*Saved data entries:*
☆ ☆ ☆ ☆

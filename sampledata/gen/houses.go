package gen

import (
	"fmt"
	"math"

	"groundtally/geo"
)

type dwelling struct {
	id, class, group, address string
	households                int
	eavesM                    float64
	at                        geo.XY
}

// Number of dwellings by where they stand, farmhouses and barns apart, and the least distances they keep.
const (
	townHouses     = 1120
	westHouses     = 175
	eastHouses     = 140
	roadsideHouses = 255
	leastHouseGapM = 13.0
	leastRoadGapM  = 7.5
	leastWaterGapM = 22.0
	leastShoreGapM = 24.0
)

// makeDwellings sets houses along streets and lanes, farmhouses at the farms, barns beside them.
func makeDwellings(seed uint64, g *land, roads []road, places []place) ([]dwelling, error) {
	r := stream(seed, "houses")
	ways, water := newSegments(120), newSegments(200)
	for i, w := range roads {
		ways.addLine(w.line, i)
	}
	for _, s := range g.streams {
		water.addLine(s.line, 0)
	}
	taken := map[[2]int][]geo.XY{}
	free := func(p geo.XY) bool {
		if g.inland.at(p) < leastShoreGapM || g.inLake(p) || g.aboveRiver(p) < 1.6 {
			return false
		}
		if d, _ := ways.nearest(p, leastRoadGapM); d < leastRoadGapM {
			return false
		}
		if d, _ := water.nearest(p, leastWaterGapM); d < leastWaterGapM {
			return false
		}
		if d, _ := lineNearest(p, duneLine); d < 380 {
			return false
		}
		if d, _ := lineNearest(p, airstrip[:]); d < 150 {
			return false
		}
		i, j := int(math.Floor(p.X/leastHouseGapM)), int(math.Floor(p.Y/leastHouseGapM))
		for a := i - 1; a <= i+1; a++ {
			for b := j - 1; b <= j+1; b++ {
				for _, q := range taken[[2]int{a, b}] {
					if q.Dist(p) < leastHouseGapM {
						return false
					}
				}
			}
		}
		return true
	}
	take := func(p geo.XY) {
		k := [2]int{int(math.Floor(p.X / leastHouseGapM)), int(math.Floor(p.Y / leastHouseGapM))}
		taken[k] = append(taken[k], p)
	}
	var out []dwelling
	put := func(p geo.XY, class, group, address string) {
		d := dwelling{class: class, group: group, address: address, households: 1, at: snap(p)}
		switch class {
		case "flat block":
			d.households = 6 + r.IntN(25)
			d.eavesM = 8 + math.Round(between(r, 0, 5)*2)/2
		case "not lived in":
			d.households = 0
		}
		if class != "flat block" && r.Float64() < 0.45 {
			d.eavesM = math.Round(between(r, 2.6, 5.8)*10) / 10
		}
		take(d.at)
		out = append(out, d)
	}
	// Farmhouses first: they have the choice of ground.
	for _, q := range places {
		if q.kind != "farm" {
			continue
		}
		for range 60 {
			p := shift(q.at, heading(between(r, 0, 2*math.Pi)), between(r, 25, q.reachM))
			if free(p) {
				put(p, "farmhouse", q.name, q.name)
				for range 1 + r.IntN(2) {
					b := shift(p, heading(between(r, 0, 2*math.Pi)), between(r, 20, 48))
					if free(b) {
						put(b, "not lived in", q.name, "")
					}
				}
				break
			}
		}
	}
	type zone struct {
		want  int
		where func(geo.XY) bool
		name  string
		stepM float64
		flats float64
	}
	near := func(q place, f float64) func(geo.XY) bool {
		return func(p geo.XY) bool { return q.at.Dist(p) < f*q.reachM }
	}
	zones := []zone{
		{townHouses, near(town, 1.5), town.name, 17, 0.09},
		{westHouses, near(villageWest, 1.5), villageWest.name, 19, 0.015},
		{eastHouses, near(villageEast, 1.5), villageEast.name, 19, 0.015},
	}
	outside := func(p geo.XY) bool {
		for _, z := range zones[:3] {
			if z.where(p) {
				return false
			}
		}
		return true
	}
	zones = append(zones, zone{roadsideHouses, outside, "", 60, 0})
	for zi, z := range zones {
		type site struct {
			p geo.XY
			w int
		}
		var sites []site
		for wi, w := range roads {
			if w.class == "track" {
				continue
			}
			total := lineLength(w.line)
			for run := between(r, 4, z.stepM); run < total; run += float64(z.stepM * between(r, 0.75, 1.3)) {
				p, u := pointAt(w.line, run)
				for _, side := range []float64{1, -1} {
					q := shift(shift(p, left(u), float64(side*(w.widthM/2+between(r, 9, 17)))), u, between(r, -3, 3))
					if z.where(q) {
						sites = append(sites, site{q, wi})
					}
				}
			}
		}
		// In town the sites nearest the middle fill first; along lanes houses come in knots.
		knots := newNoise(seed, "knots")
		weight := make([]float64, len(sites))
		order := make([]int, len(sites))
		for i, s := range sites {
			order[i] = i
			if z.name != "" {
				var q place
				for _, pl := range places[:3] {
					if pl.name == z.name {
						q = pl
					}
				}
				weight[i] = q.at.Dist(s.p)/q.reachM + between(r, 0, 0.75)
			} else {
				farm := math.Inf(1)
				for _, pl := range places {
					farm = math.Min(farm, math.Max(0, pl.at.Dist(s.p)-pl.reachM))
				}
				weight[i] = farm/1100 + between(r, 0, 0.9) - float64(0.9*knots.at(s.p, 800)) + float64(2*step01(120, 190, g.ground(s.p)))
			}
		}
		sortBy(order, weight)
		left := z.want
		for _, k := range order {
			if left == 0 {
				break
			}
			s := sites[k]
			if !free(s.p) {
				continue
			}
			class := "house"
			if r.Float64() < z.flats && z.name == town.name && town.at.Dist(s.p) < 900 || zi > 0 && r.Float64() < z.flats {
				class = "flat block"
			}
			group := z.name
			if group == "" {
				group = nearestPlace(places, s.p)
			}
			street := roads[s.w].name
			if street == "" {
				street = group
			}
			put(s.p, class, group, fmt.Sprintf("%d %s", 1+r.IntN(120), street))
			left--
		}
		if left > 0 {
			return nil, fmt.Errorf("make dwellings: no room for %d houses in zone %q", left, z.name)
		}
	}
	for i := range out {
		out[i].id = fmt.Sprintf("D-%04d", i+1)
	}
	return out, nil
}

func nearestPlace(places []place, p geo.XY) string {
	best, name := math.Inf(1), ""
	for _, q := range places {
		if d := q.at.Dist(p) - q.reachM; d < best {
			best, name = d, q.name
		}
	}
	return name
}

☆ ☆ ☆ ☆

*PROBLEM DETAILS:* Set down each entry above again exactly as it reads.

*RESPONSE TO THE TASK:*
filename sampledata/gen/houses.go
package gen

import (
	"fmt"
	"math"

	"groundtally/geo"
)

type dwelling struct {
	id, class, group, address string
	households                int
	eavesM                    float64
	at                        geo.XY
}

// Number of dwellings by where they stand, farmhouses and barns apart, and the least distances they keep.
const (
	townHouses     = 1120
	westHouses     = 175
	eastHouses     = 140
	roadsideHouses = 255
	leastHouseGapM = 13.0
	leastRoadGapM  = 7.5
	leastWaterGapM = 22.0
	leastShoreGapM = 24.0
)

// makeDwellings sets houses along streets and lanes, farmhouses at the farms, barns beside them.
func makeDwellings(seed uint64, g *land, roads []road, places []place) ([]dwelling, error) {
	r := stream(seed, "houses")
	ways, water := newSegments(120), newSegments(200)
	for i, w := range roads {
		ways.addLine(w.line, i)
	}
	for _, s := range g.streams {
		water.addLine(s.line, 0)
	}
	taken := map[[2]int][]geo.XY{}
	free := func(p geo.XY) bool {
		if g.inland.at(p) < leastShoreGapM || g.inLake(p) || g.aboveRiver(p) < 1.6 {
			return false
		}
		if d, _ := ways.nearest(p, leastRoadGapM); d < leastRoadGapM {
			return false
		}
		if d, _ := water.nearest(p, leastWaterGapM); d < leastWaterGapM {
			return false
		}
		if d, _ := lineNearest(p, duneLine); d < 380 {
			return false
		}
		if d, _ := lineNearest(p, airstrip[:]); d < 150 {
			return false
		}
		i, j := int(math.Floor(p.X/leastHouseGapM)), int(math.Floor(p.Y/leastHouseGapM))
		for a := i - 1; a <= i+1; a++ {
			for b := j - 1; b <= j+1; b++ {
				for _, q := range taken[[2]int{a, b}] {
					if q.Dist(p) < leastHouseGapM {
						return false
					}
				}
			}
		}
		return true
	}
	take := func(p geo.XY) {
		k := [2]int{int(math.Floor(p.X / leastHouseGapM)), int(math.Floor(p.Y / leastHouseGapM))}
		taken[k] = append(taken[k], p)
	}
	var out []dwelling
	put := func(p geo.XY, class, group, address string) {
		d := dwelling{class: class, group: group, address: address, households: 1, at: snap(p)}
		switch class {
		case "flat block":
			d.households = 6 + r.IntN(25)
			d.eavesM = 8 + math.Round(between(r, 0, 5)*2)/2
		case "not lived in":
			d.households = 0
		}
		if class != "flat block" && r.Float64() < 0.45 {
			d.eavesM = math.Round(between(r, 2.6, 5.8)*10) / 10
		}
		take(d.at)
		out = append(out, d)
	}
	// Farmhouses first: they have the choice of ground.
	for _, q := range places {
		if q.kind != "farm" {
			continue
		}
		for range 60 {
			p := shift(q.at, heading(between(r, 0, 2*math.Pi)), between(r, 25, q.reachM))
			if free(p) {
				put(p, "farmhouse", q.name, q.name)
				for range 1 + r.IntN(2) {
					b := shift(p, heading(between(r, 0, 2*math.Pi)), between(r, 20, 48))
					if free(b) {
						put(b, "not lived in", q.name, "")
					}
				}
				break
			}
		}
	}
	type zone struct {
		want  int
		where func(geo.XY) bool
		name  string
		stepM float64
		flats float64
	}
	near := func(q place, f float64) func(geo.XY) bool {
		return func(p geo.XY) bool { return q.at.Dist(p) < f*q.reachM }
	}
	zones := []zone{
		{townHouses, near(town, 1.5), town.name, 17, 0.09},
		{westHouses, near(villageWest, 1.5), villageWest.name, 19, 0.015},
		{eastHouses, near(villageEast, 1.5), villageEast.name, 19, 0.015},
	}
	outside := func(p geo.XY) bool {
		for _, z := range zones[:3] {
			if z.where(p) {
				return false
			}
		}
		return true
	}
	zones = append(zones, zone{roadsideHouses, outside, "", 60, 0})
	for zi, z := range zones {
		type site struct {
			p geo.XY
			w int
		}
		var sites []site
		for wi, w := range roads {
			if w.class == "track" {
				continue
			}
			total := lineLength(w.line)
			for run := between(r, 4, z.stepM); run < total; run += float64(z.stepM * between(r, 0.75, 1.3)) {
				p, u := pointAt(w.line, run)
				for _, side := range []float64{1, -1} {
					q := shift(shift(p, left(u), float64(side*(w.widthM/2+between(r, 9, 17)))), u, between(r, -3, 3))
					if z.where(q) {
						sites = append(sites, site{q, wi})
					}
				}
			}
		}
		// In town the sites nearest the middle fill first; along lanes houses come in knots.
		knots := newNoise(seed, "knots")
		weight := make([]float64, len(sites))
		order := make([]int, len(sites))
		for i, s := range sites {
			order[i] = i
			if z.name != "" {
				var q place
				for _, pl := range places[:3] {
					if pl.name == z.name {
						q = pl
					}
				}
				weight[i] = q.at.Dist(s.p)/q.reachM + between(r, 0, 0.75)
			} else {
				farm := math.Inf(1)
				for _, pl := range places {
					farm = math.Min(farm, math.Max(0, pl.at.Dist(s.p)-pl.reachM))
				}
				weight[i] = farm/1100 + between(r, 0, 0.9) - float64(0.9*knots.at(s.p, 800)) + float64(2*step01(120, 190, g.ground(s.p)))
			}
		}
		sortBy(order, weight)
		left := z.want
		for _, k := range order {
			if left == 0 {
				break
			}
			s := sites[k]
			if !free(s.p) {
				continue
			}
			class := "house"
			if r.Float64() < z.flats && z.name == town.name && town.at.Dist(s.p) < 900 || zi > 0 && r.Float64() < z.flats {
				class = "flat block"
			}
			group := z.name
			if group == "" {
				group = nearestPlace(places, s.p)
			}
			street := roads[s.w].name
			if street == "" {
				street = group
			}
			put(s.p, class, group, fmt.Sprintf("%d %s", 1+r.IntN(120), street))
			left--
		}
		if left > 0 {
			return nil, fmt.Errorf("make dwellings: no room for %d houses in zone %q", left, z.name)
		}
	}
	for i := range out {
		out[i].id = fmt.Sprintf("D-%04d", i+1)
	}
	return out, nil
}

func nearestPlace(places []place, p geo.XY) string {
	best, name := math.Inf(1), ""
	for _, q := range places {
		if d := q.at.Dist(p) - q.reachM; d < best {
			best, name = d, q.name
		}
	}
	return name
}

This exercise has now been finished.